Simplify expressions with units by combining and reducing quantities.

Applies SymPy’s quantity simplification to combine terms with compatible units and reduce complex unit expressions. Useful for cleaning up expressions with multiple unit terms or dimensional analysis.

Parameters

Name Type Description Default
expression Basic SymPy expression to simplify, typically containing multiple terms with units that can be combined or reduced. required
across_dimensions bool Whether to simplify across different dimensions (e.g., combine force and length into energy). When True, allows broader simplifications. Defaults to True. True
unit_system str Unit system for simplification, determines which base units to use.
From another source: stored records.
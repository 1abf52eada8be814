"""Step 2 of reading a DXF drawing: loops, open chains, parts and every defect.

:func:`lay_out` joins the pieces of the chosen layers into closed loops within a joining
tolerance tied to the drawing size (:func:`~warpwise.io.chains.chain_by_layer`), adds the
hatch boundaries (:mod:`.hatch`; one that repeats a drawn loop marks it as hatched instead),
leaves out a drawing frame and its title block (:mod:`.sheet`), checks the loops
(:func:`~warpwise.io.nesting.loop_defects`) and nests them even-odd into parts
(:func:`~warpwise.io.nesting.nest_loops`), listing every defect on the way;
:func:`open_chain_defects` says where each open chain ends and how far the nearest other free
end is.
"""

from __future__ import annotations

import math
from collections import Counter
from collections.abc import Sequence
from dataclasses import dataclass, replace

import numpy as np
import shapely
from shapely.geometry import LineString

from ...errors import UsageError
from ..chains import chain_by_layer
from ..chords import loop_points
from ..defects import ERROR, WARNING, Defect, fmt, fmt_point, plural
from ..nesting import Part, loop_defects, nest_loops
from ..pieces import Chain, Piece
from .drawing import Drawing
from .hatch import hatch_loops
from .sheet import find_frames, match_hatches

#: Joining tolerance as a fraction of the diagonal of the drawing's extent.
JOIN_TOLERANCE = 1e-5
#: Kind of the warning for a drawing frame left out.
FRAME = "drawing frame"


@dataclass(frozen=True)
class LayerSummary:
    """What one layer holds.

    Attributes
    ----------
    name : str
        Layer name.
    loops : int
        Closed loops on it.
    open_chains : int
        Open chains on it.
    used : bool
        True when the layer is part of the profile.
    left_out : bool
        True when the layer was left out by default because it holds no closed geometry (a
        layer neither used nor left out was not chosen with ``--layer``).
    """

    name: str
    loops: int
    open_chains: int
    used: bool
    left_out: bool = False

    @property
    def holds(self) -> str:
        """Its loops and open chains in words, e.g. ``2 loops, 1 open chain`` (empty: none)."""
        bits = []
        if self.loops:
            bits.append(plural(self.loops, "loop"))
        if self.open_chains:
            bits.append(plural(self.open_chains, "open chain"))
        return ", ".join(bits)


@dataclass(frozen=True, eq=False)
class Loop:
    """A closed loop of the drawing.

    Attributes
    ----------
    chain : Chain
        Its pieces.
    points : numpy.ndarray
        Polygon (n, 2) at the joining tolerance (for nesting and checks), profile unit.
    layer : str
        Its layer.
    label : str
        Name in messages, e.g. ``loop 3 (CIRCLE #2F, layer Innen)``.
    depth : int
        Even-odd nesting depth: 0 outer, odd a hole, even an island.
    hatch : str
        The hatch whose filled area it bounds (its name in messages), empty when none: not
        hatched, or the boundary of a hole in a hatch.
    """

    chain: Chain
    points: np.ndarray
    layer: str
    label: str
    depth: int = 0
    hatch: str = ""


@dataclass(frozen=True, eq=False)
class Layout:
    """The loops, open chains, parts and defects of the chosen layers of a drawing.

    Attributes
    ----------
    drawing : Drawing
        The drawing.
    tolerance : float
        Joining tolerance, profile unit.
    layers : tuple of str
        Layers used.
    left_out : dict of str to int
        Layers left out because they hold no closed geometry, with their open chains.
    ignored : tuple of Chain
        The open chains of those layers.
    loops : tuple of Loop
        Closed loops.
    open_chains : tuple of Chain
        Open chains on the layers used.
    parts : tuple of Part
        Connected parts, largest first (indices into ``loops``).
    defects : tuple of Defect
        Every defect: the drawing's, then chaining, loops and open chains.
    """

    drawing: Drawing
    tolerance: float
    layers: tuple[str, ...]
    left_out: dict[str, int]
    ignored: tuple[Chain, ...]
    loops: tuple[Loop, ...]
    open_chains: tuple[Chain, ...]
    parts: tuple[Part, ...]
    defects: tuple[Defect, ...]

    @property
    def errors(self) -> tuple[Defect, ...]:
        """Defects that stop the analysis."""
        return tuple(d for d in self.defects if d.fatal)

    @property
    def hatched(self) -> tuple[int, ...]:
        """Indices of the parts whose material is hatched: the cut sections of the drawing."""
        return tuple(k for k, p in enumerate(self.parts)
                     if any(self.loops[i].hatch and self.loops[i].depth % 2 == 0 for i in p.loops))

    def layer_summaries(self) -> tuple[LayerSummary, ...]:
        """What each layer of the drawing holds, in the drawing's order of layers."""
        loops = Counter(lp.layer for lp in self.loops)
        opens = Counter(c.layer for c in self.open_chains)
        return tuple(LayerSummary(name, loops[name], opens[name] + self.left_out.get(name, 0),
                                  name in self.layers, name in self.left_out)
                     for name in self.drawing.layers)


def _extent(pieces: Sequence[Piece]) -> float:
    if not pieces:
        return 0.0
    pts = np.array([q for p in pieces for q in (p.start, p.end, p.probe)])
    return float(np.hypot(*np.ptp(pts, axis=0)))


def _pick_layers(drawing: Drawing, layers: Sequence[str] | None) -> list[int]:
    if not layers:
        return list(range(len(drawing.pieces)))
    known = {name.lower(): name for name in drawing.layers}
    wanted = set()
    for name in layers:
        if name.lower() not in known:
            have = ", ".join(drawing.layers) or "none"
            raise UsageError(f"layer {name!r} holds no lines or curves (layers with geometry: {have})",
                             file=drawing.source)
        wanted.add(known[name.lower()])
    return [i for i, p in enumerate(drawing.pieces) if p.layer in wanted]


def lay_out(drawing: Drawing, layers: Sequence[str] | None = None, tolerance: float | None = None) -> Layout:
    """Join the pieces of the chosen layers into loops, nest them and list every defect.

    Hatch boundaries that repeat a drawn loop mark it as hatched; the others are loops of
    their own. A drawing frame and its title block (:func:`~.sheet.find_frames`) are left out,
    with a warning, before the loops are nested.

    Parameters
    ----------
    drawing : Drawing
        A drawing from :func:`~warpwise.io.dxf.drawing.read_drawing`.
    layers : sequence of str, optional
        Layers to use (names are not case-sensitive). Default: every layer that holds closed
        geometry; open chains on layers without any closed loop drawn are left out.
    tolerance : float, optional
        Joining tolerance, profile unit; default :data:`JOIN_TOLERANCE` times the diagonal of
        the extent of the chosen pieces.

    Returns
    -------
    Layout

    Raises
    ------
    UsageError
        For a layer name that holds no geometry.

    """
    chosen = _pick_layers(drawing, layers)
    pieces = drawing.pieces
    diag = _extent([pieces[i] for i in chosen])
    tol = JOIN_TOLERANCE * diag if tolerance is None else float(tolerance)
    tol = max(tol, 1e-12 * diag, 1e-300)
    hatch_pieces = drawing.hatch_pieces
    chaining = chain_by_layer(pieces, tol, [i for i in chosen if i not in hatch_pieces])
    names = {pieces[i].layer for i in chosen} if layers else None
    found, hatch_defects = _loops_of(drawing, chaining.loops, tol, names)
    open_chains = list(chaining.open_chains)
    left_out: dict[str, int] = {}
    ignored: list[Chain] = []
    used_layers = sorted(names) if names is not None else sorted({p.layer for p in pieces})
    chain_defects = list(chaining.defects)
    if not layers and found:
        closed_layers = {name for c in chaining.loops for name in c.layers}
        keep = []
        for c in open_chains:
            if closed_layers.intersection(c.layers):
                keep.append(c)
            else:
                ignored.append(c)
                for name in c.layers:
                    left_out[name] = left_out.get(name, 0) + 1
        open_chains = keep
        used_layers = sorted(closed_layers | {lp.layer for lp in found})
        chain_defects = [d for d in chain_defects if d.layer is None or d.layer in closed_layers]
    # what went wrong reading entities counts for the layers used (and for layers that kept
    # no curve at all, where nothing else would show it)
    defects = [d for d in drawing.defects
               if d.layer is None or d.layer in used_layers or d.layer not in drawing.layers]
    found, open_chains, frame_defects, chain_defects = _leave_out_frames(
        found, open_chains, chain_defects, pieces, tol, drawing.units.unit)
    defects += hatch_defects + frame_defects + chain_defects
    loops = [replace(lp, label=f"loop {k + 1} ({lp.label})") for k, lp in enumerate(found)]
    loop_pts = [lp.points for lp in loops]
    defects += loop_defects(loop_pts, [lp.label for lp in loops], [lp.layer for lp in loops])
    good = [k for k, p in enumerate(loop_pts) if len(p) >= 3]
    depth_good, parts_good = nest_loops([loop_pts[k] for k in good])
    depth = np.zeros(len(loop_pts), dtype=np.int64)
    depth[good] = depth_good
    parts = [Part(tuple(good[i] for i in p.loops), p.area, p.bounds, p.holes) for p in parts_good]
    loops = [replace(lp, depth=int(depth[k])) for k, lp in enumerate(loops)]
    defects += open_chain_defects(open_chains, pieces)
    return Layout(drawing, tol, tuple(used_layers), left_out, tuple(ignored), tuple(loops),
                  tuple(open_chains), tuple(parts), tuple(defects))


def _loops_of(drawing: Drawing, chains: Sequence[Chain], tol: float,
              layers: set[str] | None) -> tuple[list[Loop], list[Defect]]:
    """The drawn loops, and the hatch boundaries no drawn loop repeats.

    A drawn loop that a hatch boundary repeats is marked hatched; a hatch boundary on the
    chosen layers that no drawn loop (nor an earlier hatch) repeats is a loop of its own.
    """
    pieces = drawing.pieces
    drawn = [loop_points(c, pieces, tol)[0] for c in chains]
    hatch, defects = hatch_loops(drawing.hatches, pieces, tol)
    repeats = match_hatches(drawn, [h.points for h in hatch], tol)
    marks: dict[int, str] = {}
    for h, j in zip(hatch, repeats, strict=True):
        if j >= 0 and not h.hole:
            marks.setdefault(j, h.hatch)
    loops = [Loop(c, drawn[k], c.layer, f"{c.labels(pieces, 2)}, layer {c.layer}",
                  hatch=marks.get(k, "")) for k, c in enumerate(chains)]
    own = [h for h, j in zip(hatch, repeats, strict=True)
           if j < 0 and (layers is None or h.layer in layers)]
    again = match_hatches([h.points for h in own], [h.points for h in own], tol, earlier=True)
    extra = [Loop(h.chain, h.points, h.layer, f"{h.label}, layer {h.layer}", hatch="" if h.hole else h.hatch)
             for h, j in zip(own, again, strict=True) if j < 0]
    return loops + extra, defects


def _leave_out_frames(loops: list[Loop], chains: list[Chain], chain_defects: list[Defect],
                      pieces: Sequence[Piece], tol: float, unit: str) -> tuple[
        list[Loop], list[Chain], list[Defect], list[Defect]]:
    """Loops and open chains without the drawing frames and title blocks.

    Also returns a warning for each frame, and the chaining defects that do not lie on what
    was left out.
    """
    straight = [all(pieces[i].curved_length == 0 for i, _ in lp.chain.steps) for lp in loops]
    chain_pts = [loop_points(c, pieces, tol)[0] for c in chains]
    frames = find_frames([lp.points for lp in loops], straight, [bool(lp.hatch) for lp in loops],
                         chain_pts, tol)
    if not frames:
        return loops, chains, [], chain_defects
    gone_loops = {k for f in frames for k in (f.loop, *f.loops)}
    gone_chains = {j for f in frames for j in f.chains}
    warnings = []
    for f in frames:
        lp = loops[f.loop]
        block = (f" with its title block ({plural(len(f.loops), 'loop')}, "
                 f"{plural(len(f.chains), 'open chain')})" if f.loops or f.chains else "")
        warnings.append(Defect(
            FRAME, f"the {fmt(f.size[0])} x {fmt(f.size[1])} {unit} rectangle at "
            f"{fmt_point(f.corner)} ({lp.label}) encloses all other geometry and {f.evidence}: it is "
            f"taken as the drawing frame and left out{block}", (f.corner,), WARNING, lp.layer))
    gone = shapely.union_all([LineString(np.vstack([loops[k].points, loops[k].points[:1]]))
                              for k in gone_loops] +
                             [LineString(chain_pts[j]) for j in gone_chains if len(chain_pts[j]) > 1])
    kept_defects = [d for d in chain_defects if not d.where or not all(
        shapely.dwithin(gone, shapely.points(np.asarray(d.where, dtype=float)), tol))]
    return ([lp for k, lp in enumerate(loops) if k not in gone_loops],
            [c for j, c in enumerate(chains) if j not in gone_chains], warnings, kept_defects)


def open_chain_defects(chains: Sequence[Chain], pieces: Sequence[Piece]) -> list[Defect]:
    """One error per open chain, with its free ends and the gap to the nearest other free end.

    Parameters
    ----------
    chains : sequence of Chain
        Open chains.
    pieces : sequence of Piece
        The pieces they index.

    Returns
    -------
    list of Defect

    """
    if not chains:
        return []
    from scipy.spatial import cKDTree  # here: open chains are rare, and scipy.spatial is slow to load

    ends = np.array([p for c in chains for p in c.ends(pieces)], dtype=float)
    # distance from each free end to the nearest other one (its own chain's other end included)
    dist, _ = cKDTree(ends).query(ends, k=2)
    nearest = dist[:, 1]
    out = []
    for k, c in enumerate(chains):
        gaps = [float(nearest[2 * k]), float(nearest[2 * k + 1])]
        a, b = c.ends(pieces)
        n = len(c.steps)
        what = f"{n} pieces: {c.labels(pieces, 2)}" if n > 1 else c.labels(pieces)
        gap = min(gaps)
        gap_text = f"; the nearest other free end is {fmt(gap)} away" if math.isfinite(gap) else ""
        layer = c.layer if len(c.layers) <= 1 else ", ".join(c.layers)
        out.append(Defect("open chain", f"open chain on layer {layer} ({what}) with free ends at "
                          f"{fmt_point(a)} and {fmt_point(b)}{gap_text}", (a, b), ERROR, c.layer,
                          size=max(gaps)))
    return out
Options include “SI”, “CGS”, “imperial”. Defaults to “SI”. 'SI'
**kwargs Any Additional arguments passed to SymPy’s quantity_simplify: - across_dimensions: Override the across_dimensions parameter - unit_system: Override the unit_system parameter {}

Returns

Name Type Description
Basic Simplified SymPy expression with combined and reduced unit terms.

Examples

from keecas import symbols, u, pc, show_eqn

# Simplify expression with multiple force terms
F_1, F_2, F_total = symbols(r"F_1, F_2, F_{total}")

_p = {
    F_1: 100*u.kN,
    F_2: 50000*u.N,
}

_e = {
    F_total: "F_1 + F_2" | pc.parse_expr,
}

# Simplify combines terms with compatible units
_v = {
    k: v | pc.subs(_p | _e) | pc.quantity_simplify | pc.convert_to([u.kN]) | pc.N
    for k, v in _e.items()
}

show_eqn([_p | _e, _v])

\[\begin{align} F_{1} & = 100{\,}\text{kN} & \\[8pt] F_{2} & = 50000{\,}\text{N} & \\[8pt] F_{total} & = F_{1} + F_{2} & = 150.0{\,}\text{kN} \end{align}\]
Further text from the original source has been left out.